Менты расхохотались:
- Ну, и на куй!
Сержант не отставал:
- Отмаячить в ФСКН, что в наркотный берем?
- Отмаячь, - посмеялся старший по званию.
- И на премию забей. Михалыч тебе не простит, - припугнули из машины свои, и еще два темных силуэта в форме лениво выкатились с задних распахнутых дверей.
Буйвол - Шура никогда и никого не боялся. Не зная, что такое страх, он даже теперь не понял и прохрипел:
- Гады вы, да я не наркоман! Говорю вам!
Но никто не слушал. Они не умели слушать. Их профессия - карать. Сначала карать, потом разбираться.
- Вот куда мы тебя денем, а? Обезьянник в Тосно второй месяц  переполнен.
Шура, собрав последние силы, попробовал защититься:
- Послушайте! Я - гражданин России! И  требую, требую! защиты.
- Ишь ты, - произнес тот, кто постарше, - складно лепит! – и презрительно фыркнул, - академик!
- У нас, что, академики бомжами не бывают?  - ввернул Колян.
Все дружно загоготали.
Лейтюха быстренько обшманал Шурины карманы:
- Даже отжать нечего.
Шура вскипел:
- Слышь ты, баран!  – И, собрав невесть откуда взявшиеся последние силы, двинул ему кулаком в морду.
- СсАбАка! – огрызнулся лейтенант и прижал руку к носу, - Смотри-ка, - из носа на милицейскую форму капала кровь. - Френч перепачкал!
Шура тут же оказался на земле, и форменные ботинки злобно замелькали перед его носом. Били по лицу, спине, почкам и, не разбирая, куда попало. Больно не было. Шуре было уже все равно. Выпустив пары, участники мордобоя  удовлетворенно  вздохнули:
- Кончай балалайство! 
Откатили Шуру под обочину  и, рассевшись по машинам, дернули с места.

Отброшенный назад, Шура отключился. Это было лучшее, что он мог сделать.
Но и там, в отключке, как зеницу око, он хранил услышанное от них слово - Тосно.
      
  Он пролежал еще какое-то время. На этот раз память вернулась сразу.
Значит, рядом Тосно. Сволочи! Теперь-то он ни у кого не попросит помощи! Только бы выбраться на дорогу снова.             
     Повторив трюк с перекатом на четвереньки во второй раз, он принял свою неустойчивую вертикальную позу и зашагал вдоль дороги.

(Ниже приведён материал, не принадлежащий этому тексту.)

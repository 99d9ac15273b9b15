package benchmark;

import freshet.acidity.PhScale;
import freshet.ammonia.AmmoniaMethod;
import freshet.ammonia.AmmoniaSpeciation;
import freshet.ammonia.Water;
import java.util.concurrent.TimeUnit;
import org.openjdk.jmh.annotations.Benchmark;
import org.openjdk.jmh.annotations.BenchmarkMode;
import org.openjdk.jmh.annotations.Fork;
import org.openjdk.jmh.annotations.Measurement;
import org.openjdk.jmh.annotations.Mode;
import org.openjdk.jmh.annotations.OutputTimeUnit;
import org.openjdk.jmh.annotations.Scope;
import org.openjdk.jmh.annotations.State;
import org.openjdk.jmh.annotations.Warmup;

/** The chemistry alone, time for one answer. */
@State(Scope.Thread)
@BenchmarkMode(Mode.AverageTime)
@OutputTimeUnit(TimeUnit.NANOSECONDS)
@Fork(1)
@Warmup(iterations = 3, time = 2)
@Measurement(iterations = 5, time = 2)
public class KernelBenchmark {

    private double tanMgPerL = 1;

    /** Fresh water. */
    @Benchmark
    public AmmoniaSpeciation freshSpeciation() {
        return speciation(0, AmmoniaMethod.EMERSON_1975);
    }

    /** Sea water. */
    @Benchmark
    public AmmoniaSpeciation seaSpeciation() {
        return speciation(35, AmmoniaMethod.CLEGG_WHITFIELD_1995);
    }

    private AmmoniaSpeciation speciation(double salinity, AmmoniaMethod method) {
        tanMgPerL = tanMgPerL > 5 ? 0.1 : tanMgPerL + 0.01;
        Water water = new Water(6.5 + tanMgPerL / 2, 10 + tanMgPerL, salinity, PhScale.TOTAL);
        return AmmoniaSpeciation.of(tanMgPerL, water, method.dissociation());
    }
}
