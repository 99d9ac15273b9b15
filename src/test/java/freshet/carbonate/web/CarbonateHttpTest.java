package freshet.carbonate.web;

import static io.restassured.RestAssured.given;
import static org.hamcrest.Matchers.closeTo;
import static org.hamcrest.Matchers.contains;
import static org.hamcrest.Matchers.containsString;
import static org.hamcrest.Matchers.equalTo;
import static org.hamcrest.Matchers.hasItem;
import static org.hamcrest.Matchers.hasItems;
import static org.hamcrest.Matchers.hasKey;
import static org.hamcrest.Matchers.lessThan;
import static org.hamcrest.Matchers.not;

import freshet.http.HttpTest;
import io.restassured.response.ValidatableResponse;
import org.junit.jupiter.api.Test;
import org.springframework.boot.test.web.server.LocalServerPort;

@HttpTest
class CarbonateHttpTest {

    private static final String DOSE =
            "carbonate/dose?volume_l=10000&ph=7&temperature_c=25&alkalinity_mg_per_l_as_caco3=40";

    @LocalServerPort
    private int port;

    @Test
    void exactlyTwoInputsOfFourAreTaken() {
        get("carbonate/speciation?temperature_c=20&ph=7")
                .statusCode(422)
                .body("errors.code", contains("one-required"))
                .body("errors[0].allowed.size()", equalTo(4));
        get("carbonate/speciation?temperature_c=20&ph=7&co2_mg_per_l=5&alkalinity_meq_per_l=2")
                .statusCode(422)
                .body("errors.code", contains("conflict"))
                .body("errors[0].detail", containsString("Give only two of"));
        get("carbonate/speciation?temperature_c=20&co2_mg_per_l=90&inorganic_carbon_mmol_per_l=2")
                .statusCode(422)
                .body("errors.code", contains("inconsistent"));
    }

    @Test
    void inBrackishWaterAProbeIsNoticedHonestly() {
        get("carbonate/speciation?temperature_c=15&salinity=8&ph=7.4&alkalinity_mg_per_l_as_caco3=110")
                .statusCode(200)
                .body("notices.code", contains("ph-scale-assumed-nbs", "nbs-in-saline-water"));
    }

    /** Weiss 1974 at 420 uatm, 25 °C: 0.63 mg/L. */
    @Test
    void carbonDioxideFarBelowThatOfAirIsNoticed() {
        get("carbonate/speciation?temperature_c=25&co2_mg_per_l=0.32&ph=8").body("notices", equalTo(null));
        get("carbonate/speciation?temperature_c=25&co2_mg_per_l=0.31&ph=8")
                .body("notices.code", contains("co2-below-air"));
        String dose = DOSE + "&target_ph=7.2&chemical=sodium-bicarbonate&settled_co2_mg_per_l=";
        get(dose + "0.32").body("notices.code", not(hasItem("settled-co2-below-air")));
        get(dose + "0.31").body("notices.code", hasItem("settled-co2-below-air"));
    }

    @Test
    void aDoseTellsWhatItDoesToAmmoniaAndWherePhSettles() {
        String high = "carbonate/dose?volume_l=10000&ph=8.3&temperature_c=25&alkalinity_mg_per_l_as_caco3=15"
                + "&target_alkalinity_mg_per_l_as_caco3=65&chemical=sodium-bicarbonate&ph_rise_limit=0.05";
        get(high).body("notices.code", contains("nh3-not-judged", "step-settles-higher", "settled-co2-below-air"));
        get(high + "&tan_mg_per_l=2")
                .body("notices.code", contains("nh3-rises", "step-settles-higher", "settled-co2-below-air"));
        get(DOSE + "&tan_mg_per_l=1&target_ph=9&chemical=sodium-hydroxide")
                .body(
                        "notices.code",
                        contains("caustic-protect-people", "dose-in-steps", "nh3-rises", "ph-settles-elsewhere"));
        get(DOSE + "&calcium_mg_per_l=20&target_alkalinity_mg_per_l_as_caco3=400&chemical=calcium-carbonate")
                .body("notices.code", hasItem("target-not-reached"));
    }

    @Test
    void aDeadProbeOrMineralAcidIsNotTakenForCarbonDioxide() {
        get("carbonate/speciation?ph=4&alkalinity_mg_per_l_as_caco3=0&temperature_c=25")
                .body("notices.code", contains("uncertain-at-low-alkalinity"));
        get("carbonate/speciation?ph=0&alkalinity_mg_per_l_as_caco3=0&temperature_c=25")
                .statusCode(422)
                .body("errors.field", contains("ph"))
                .body("errors.code", contains("inconsistent"));
    }

    @Test
    void whatAChemicalCannotDoIsRefusedWithTheReason() {
        unreachable("&target_ph=8.6&chemical=sodium-bicarbonate", "target_ph", "aerated tank may stand higher");
        unreachable("&target_ph=6.5&chemical=sodium-hydroxide", "target_ph", "higher already");
        unreachable(
                "&target_alkalinity_mg_per_l_as_caco3=30&chemical=sodium-bicarbonate",
                "target_alkalinity_mg_per_l_as_caco3",
                "more alkalinity already");
        unreachable("&target_ph=7.5&chemical=calcium-carbonate", "target_ph", "too slowly");
        get("carbonate/dose?volume_l=1000&ph=8.4&temperature_c=25&alkalinity_mg_per_l_as_caco3=200&calcium_mg_per_l=100"
                        + "&target_alkalinity_mg_per_l_as_caco3=250&chemical=calcium-carbonate")
                .statusCode(422)
                .body("errors.field", contains("chemical"))
                .body("errors.code", contains("unreachable"));
    }

    private void unreachable(String query, String field, String reason) {
        get(DOSE + query)
                .statusCode(422)
                .body("errors.field", contains(field))
                .body("errors.code", contains("unreachable"))
                .body("errors[0].detail", containsString(reason));
    }

    @Test
    void limestoneGivesAnUpperBoundAndNoPh() {
        get(DOSE
                        + "&target_alkalinity_mg_per_l_as_caco3=400&chemical=calcium-carbonate&calcium_mg_per_l=20&tan_mg_per_l=1")
                .statusCode(200)
                .body("$", not(hasKey("ph")))
                .body("$", not(hasKey("nh3_n_mg_per_l")))
                .body("alkalinity_after_mg_per_l_as_caco3", lessThan(400f))
                .body("notices.code", hasItem("dissolves-slowly"));
        get(DOSE + "&target_alkalinity_mg_per_l_as_caco3=60&chemical=calcium-carbonate")
                .body("alkalinity_after_mg_per_l_as_caco3", equalTo(60))
                .body("notices.code", hasItems("dissolves-slowly", "precipitation-not-checked"));
    }

    @Test
    void causticsAreWarnedOfFirstAlsoInTheCompactView() {
        get(DOSE
                        + "&target_alkalinity_mg_per_l_as_caco3=100&chemical=calcium-hydroxide&calcium_mg_per_l=60&view=compact")
                .statusCode(200)
                .body(
                        "notice_codes",
                        equalTo("caustic-protect-people;dose-in-steps;calcite-may-precipitate;nh3-not-judged"));
    }

    @Test
    void purityAndSolutionAreReckonedWith() {
        get(DOSE + "&target_alkalinity_mg_per_l_as_caco3=100&chemical=sodium-bicarbonate&purity_percent=50"
                        + "&solution_g_per_l=20&ph_rise_limit=1")
                .statusCode(200)
                .body("dose_g.toDouble()", closeTo(2014.42, 0.05))
                .body("dose_l.toDouble()", closeTo(100.721, 0.005))
                .body("hours_between_steps", equalTo(80));
        get(DOSE + "&target_alkalinity_mg_per_l_as_caco3=40&chemical=sodium-bicarbonate")
                .statusCode(200)
                .body("dose_g", equalTo(0))
                .body("steps", equalTo(0));
    }

    @Test
    void oxygenAndSalinitySayWhatWasAssumed() {
        get("oxygen/saturation?temperature_c=20&dissolved_oxygen_mg_per_l=4.546215")
                .body("saturation_mg_per_l.toDouble()", closeTo(9.092, 0.001))
                .body("dissolved_oxygen_saturation_percent.toDouble()", closeTo(50, 0.01))
                .body("notices.code", contains("sea-level-pressure-assumed"));
        get("oxygen/saturation?temperature_c=20&altitude_m=500&station_pressure_hpa=950")
                .statusCode(422)
                .body("errors.code", contains("conflict"));
        get("salinity/from-conductivity?conductivity_25c_ms_per_cm=1&temperature_c=10")
                .body("salinity.toDouble()", closeTo(0.492451, 1e-6))
                .body("notices.code", contains("compensated-by-meter", "sea-salt-assumed"));
        get("oxygen/saturation?temperature_c=20&station_pressure_hpa=1013&dissolved_oxygen_mg_per_l=1.9")
                .body("notices.code", contains("oxygen-critical"));
        get("oxygen/saturation?temperature_c=20&station_pressure_hpa=1013&dissolved_oxygen_mg_per_l=10.2")
                .body("notices.code", contains("supersaturated"));
        get("salinity/from-conductivity?conductivity_ms_per_cm=100&temperature_c=0")
                .statusCode(200)
                .body("validity", equalTo("outside"));
    }

    private ValidatableResponse get(String query) {
        return given().port(port).urlEncodingEnabled(false).get("/v1/" + query).then();
    }
}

Ноги с каждым шагом наливались свинцом и деревенели все больше и больше.
Когда-то после окончания  Пермского училища, он танцевал  Буратино. Тогда ему тяжелее всего в этой роли давалась ее «деревянность». А вот сейчас он смог бы сделать из нее блестящую партию.
   «Танец – это просто! – чтобы не потерять сознание разговаривал сам с собой Шура. - Вся наша жизнь танец. Мы же все хотим, чтоб нас поняли. И именно танец, наш жизненный танец, состоящий из взглядов, жестов, движений, пластики, позволяет людям вникнуть в наше  послание»
Ноги заплетались. Веки смыкал сон.
«Вон в Германии, в этот раз, Надюха наша! Ни хрена по-немецки, а как осветителями  командовала! Встанет посреди сцены, маленькая, тоненькая, сердится, пыхтит на них,   указывает. Кричит – тубус, тубус! меня в тубус! Одни эмоции и руки. Все фрицы понимали! На своем родном, русском, шпарила, глазами верть-верть - и порядок! Без переводчиков.  Потому что танец! Движение  души! Слова – лживы. Слова имеют двоякость. А тело –  всегда одно. Оно - искренне. В нем вся сущность человека. И никакие слова не заменят танца по полноте сказанного».
Он споткнулся – в кромешной тьме не заметил булыжника, чуть не завалился. Ноги в мокрых ботинках давно онемели. Голова пухла. С трудом собрал мысли: о чем это он?
            «Вот якуты! Они ж не танцуют, они рассказывают. Про оленей, охотников, рыбаков. Спасибо эсэсэровскому КГБ!- Шура запнулся. - НКВД, КВД…, - в бреду перескакивали мысли, - немцы…, Надюшка. Красавица, белокурая…! ты, что поганец, туры крутишь на ноги не разогретые... Если б не они, никогда бы не оказался в  том краю. Да и черт с ним, о чем жалеть-то было - столица, поклонники. Пустое!... Сукин сын директор! Еще и сосунка своего приволок!... Так и не признался,... Все - на зеро…! Наш якутский, за три года мир покорил и получил звание народного – это вам не помидоры трескать. А все просто: у них там вся жизнь танец, и все танцы – про жизнь!»
«Да какая, блин, разница! – снова здраво убеждал он кого-то,  - якуты или папуасы в пальмовых листьях! Танцевать можно все. И жить  везде. Не место красит, если в твоей душе поет колокол». 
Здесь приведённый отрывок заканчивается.